Material supplied START
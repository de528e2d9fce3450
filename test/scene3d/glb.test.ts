// glTF 2.0 binary structure, checked against the Khronos glTF 2.0 specification (§4.4 GLB file
// format: 12-byte header, JSON chunk then BIN chunk, 4-byte alignment; §3.6 accessors).
import { mkdtempSync, rmSync } from 'node:fs';
import { tmpdir } from 'node:os';
import { join } from 'node:path';
import { afterAll, beforeAll, describe, expect, it } from 'vitest';
import { parseGlb, renderGlb } from '../../render/scene3d/glb.js';
import { readRunView, type RunView } from '../../render/scene3d/runInput.js';
import { makeRunFolder } from './fixtures.js';

let tmp: string;
let run: RunView;
let trap: RunView;
let bytes: Uint8Array;

beforeAll(async () => {
  tmp = mkdtempSync(join(tmpdir(), 'iontrail-glb-'));
  run = await readRunView(await makeRunFolder(join(tmp, 'filter'), { kind: 'filter', ions: 25, points: 120 }));
  trap = await readRunView(await makeRunFolder(join(tmp, 'trap'), { kind: 'trap', ions: 4, points: 60 }));
  bytes = await renderGlb(run, { camera: 'iso', color: 'mz', rods: 'hyperbolic' });
});
afterAll(() => rmSync(tmp, { recursive: true, force: true }));

/** Float32 triples of an accessor (tightly packed or strided, glTF 2.0 §3.6.2.4). */
function vec3s(json: any, bin: Uint8Array, index: number): Float32Array {
  const acc = json.accessors[index], bv = json.bufferViews[acc.bufferView];
  const stride = bv.byteStride ?? 12, out = new Float32Array(3 * acc.count);
  const dv = new DataView(bin.buffer, bin.byteOffset + (bv.byteOffset ?? 0) + (acc.byteOffset ?? 0));
  for (let i = 0; i < acc.count; i++) for (let c = 0; c < 3; c++) out[3 * i + c] = dv.getFloat32(i * stride + 4 * c, true);
  return out;
}

function indices(json: any, bin: Uint8Array, index: number): Uint32Array {
  const acc = json.accessors[index], bv = json.bufferViews[acc.bufferView];
  const size = BYTES[acc.componentType], out = new Uint32Array(acc.count);
  const dv = new DataView(bin.buffer, bin.byteOffset + (bv.byteOffset ?? 0) + (acc.byteOffset ?? 0));
  for (let i = 0; i < acc.count; i++) out[i] = size === 4 ? dv.getUint32(4 * i, true) : size === 2 ? dv.getUint16(2 * i, true) : dv.getUint8(i);
  return out;
}

/**
 * Edges of a triangle mesh not shared by exactly two triangles, after welding vertices that sit
 * within 1e-3 mm of each other (seams split for normals or texture coordinates are one point of
 * the solid). A closed 2-manifold surface has none: every edge borders exactly two faces (M. Botsch
 * et al., "Polygon Mesh Processing" (2010), §1.2; from memory).
 */
export function openEdges(pos: Float32Array, idx: Uint32Array): number {
  const key = (i: number) => [0, 1, 2].map((c) => Math.round(pos[3 * i + c] * 1e3)).join(',');
  const weld = new Map<string, number>();
  const id = Array.from({ length: pos.length / 3 }, (_, i) => {
    const k = key(i);
    if (!weld.has(k)) weld.set(k, weld.size);
    return weld.get(k)!;
  });
  const edges = new Map<string, number>();
  for (let t = 0; t + 2 < idx.length; t += 3) {
    const v = [id[idx[t]], id[idx[t + 1]], id[idx[t + 2]]];
    if (v[0] === v[1] || v[1] === v[2] || v[0] === v[2]) continue; // degenerate after welding: no area
    for (let e = 0; e < 3; e++) {
      const a = v[e], b = v[(e + 1) % 3];
      const k = a < b ? `${a}-${b}` : `${b}-${a}`;
      edges.set(k, (edges.get(k) ?? 0) + 1);
    }
  }
  let open = 0;
  for (const n of edges.values()) if (n !== 2) open++;
  return open;
}

/** Named triangle meshes of a .glb with their open-edge counts. */
function solids(glb: Uint8Array, name: RegExp): { name: string; open: number; triangles: number }[] {
  const { json, bin } = parseGlb(glb);
  return json.nodes.filter((n: any) => name.test(n.name) && n.mesh !== undefined).map((n: any) => {
    const prim = json.meshes[n.mesh].primitives[0];
    expect(prim.mode ?? 4).toBe(4);
    const idx = indices(json, bin, prim.indices);
    return { name: n.name, open: openEdges(vec3s(json, bin, prim.attributes.POSITION), idx), triangles: idx.length / 3 };
  });
}

const COMPONENTS: Record<string, number> = { SCALAR: 1, VEC2: 2, VEC3: 3, VEC4: 4, MAT4: 16 };
const BYTES: Record<number, number> = { 5120: 1, 5121: 1, 5122: 2, 5123: 2, 5125: 4, 5126: 4 };

describe('.glb', () => {
  it('has the 12-byte header: magic glTF, version 2, total length = file length', () => {
    const dv = new DataView(bytes.buffer, bytes.byteOffset, bytes.byteLength);
    expect(new TextDecoder().decode(bytes.subarray(0, 4))).toBe('glTF');
    expect(dv.getUint32(4, true)).toBe(2);
    expect(dv.getUint32(8, true)).toBe(bytes.byteLength);
    expect(bytes.byteLength % 4).toBe(0);
  });

  it('has a JSON chunk then a BIN chunk whose length matches buffers[0].byteLength', () => {
    const { json, bin } = parseGlb(bytes);
    expect(json.asset.version).toBe('2.0');
    expect(json.buffers).toHaveLength(1);
    // BIN is padded to 4 bytes; the buffer's declared length fits in it with less than 4 spare.
    expect(bin.byteLength - json.buffers[0].byteLength).toBeGreaterThanOrEqual(0);
    expect(bin.byteLength - json.buffers[0].byteLength).toBeLessThan(4);
    for (const bv of json.bufferViews) expect(bv.byteOffset + bv.byteLength).toBeLessThanOrEqual(bin.byteLength);
    for (const acc of json.accessors) {
      const bv = json.bufferViews[acc.bufferView];
      expect((acc.byteOffset ?? 0) + acc.count * COMPONENTS[acc.type] * BYTES[acc.componentType]).toBeLessThanOrEqual(bv.byteLength);
    }
  });

  it('has one LINE_STRIP per ion whose POSITION and COLOR_0 counts equal that ion’s points', () => {
    const { json } = parseGlb(bytes);
    const byName = new Map<string, any>(json.nodes.map((n: any) => [n.name, n]));
    const { start, ionRow } = run.traj;
    let checked = 0;
    for (let k = 0; k + 1 < start.length; k++) {
      const node = byName.get(`ion ${run.ionId[ionRow[k]]}`);
      expect(node).toBeDefined();
      const prim = json.meshes[node.mesh].primitives[0];
      expect(prim.mode).toBe(3); // LINE_STRIP (glTF 2.0 §3.7.2.1)
      expect(node.extras).toEqual({ ion: run.ionId[ionRow[k]], mz: run.mz[ionRow[k]], fate: run.fate[ionRow[k]] });
      expect(json.accessors[prim.attributes.POSITION].count).toBe(start[k + 1] - start[k]);
      expect(json.accessors[prim.attributes.COLOR_0].count).toBe(start[k + 1] - start[k]);
      checked++;
    }
    expect(checked).toBe(25);
  });

  it('has four rod meshes of triangles with POSITION, NORMAL and in-range indices, in mm', () => {
    const { json } = parseGlb(bytes);
    const rods = json.nodes.filter((n: any) => /^rod [+−][xy]$/.test(n.name) && n.mesh !== undefined);
    // The rod the PNG draws as an outline for the iso camera is a solid here too.
    expect(rods.length).toBe(4);
    expect(json.nodes.some((n: any) => /outline/.test(n.name))).toBe(false);
    for (const node of rods) {
      const prim = json.meshes[node.mesh].primitives[0];
      expect(prim.mode ?? 4).toBe(4);
      const pos = json.accessors[prim.attributes.POSITION];
      expect(json.accessors[prim.attributes.NORMAL].count).toBe(pos.count);
      expect(json.accessors[prim.indices].max[0]).toBeLessThan(pos.count);
      // Scene units mm: the 120 mm rods span z 0…120.
      expect(pos.min[2]).toBeCloseTo(0, 3);
      expect(pos.max[2]).toBeCloseTo(120, 3);
    }
    expect(json.scenes[0].extras?.units ?? json.nodes.find((n: any) => n.extras?.units)?.extras?.units).toBe('mm');
  });

  for (const rods of ['hyperbolic', 'cylindrical'] as const) {
    it(`every ${rods} rod is a closed solid read back from the .glb, whatever the camera`, async () => {
      for (const camera of ['iso', 'side', 'axial'] as const) {
        const found = solids(await renderGlb(run, { camera, color: 'time', rods }), /^rod [+−][xy]/);
        expect(found.map((f) => f.name).sort()).toEqual(['rod +x', 'rod +y', 'rod −x', 'rod −y']);
        for (const f of found) {
          expect(f.triangles).toBeGreaterThan(20);
          expect(f.open, `${f.name} (${camera})`).toBe(0);
        }
      }
    });
  }

  it('the trap ring and end caps are closed solids in the .glb', async () => {
    const found = solids(await renderGlb(trap, { camera: 'iso', color: 'time', rods: 'hyperbolic' }), /^(ring|end cap [+−]z)$/);
    expect(found.map((f) => f.name).sort()).toEqual(['end cap +z', 'end cap −z', 'ring']);
    for (const f of found) expect(f.open, f.name).toBe(0);
  });

  it('the edge check sees an open surface (a rod with one end face taken away)', () => {
    // A unit cube as 12 triangles is closed; dropping the two triangles of one face leaves that
    // face's 4 edges bordering one triangle each (its diagonal borders none and is gone).
    const p = new Float32Array([0, 0, 0, 1, 0, 0, 1, 1, 0, 0, 1, 0, 0, 0, 1, 1, 0, 1, 1, 1, 1, 0, 1, 1]);
    const faces = [[0, 2, 1], [0, 3, 2], [4, 5, 6], [4, 6, 7], [0, 1, 5], [0, 5, 4], [1, 2, 6], [1, 6, 5], [2, 3, 7], [2, 7, 6], [3, 0, 4], [3, 4, 7]];
    expect(openEdges(p, Uint32Array.from(faces.flat()))).toBe(0);
    expect(openEdges(p, Uint32Array.from(faces.slice(2).flat()))).toBe(4);
  });

  it('same run and options give the same bytes', async () => {
    const again = await renderGlb(run, { camera: 'iso', color: 'mz', rods: 'hyperbolic' });
    expect(Buffer.compare(Buffer.from(again), Buffer.from(bytes))).toBe(0);
  });
});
Material supplied END
Some lines of the data above may hold the word "header"; report how many do, and nothing else.

2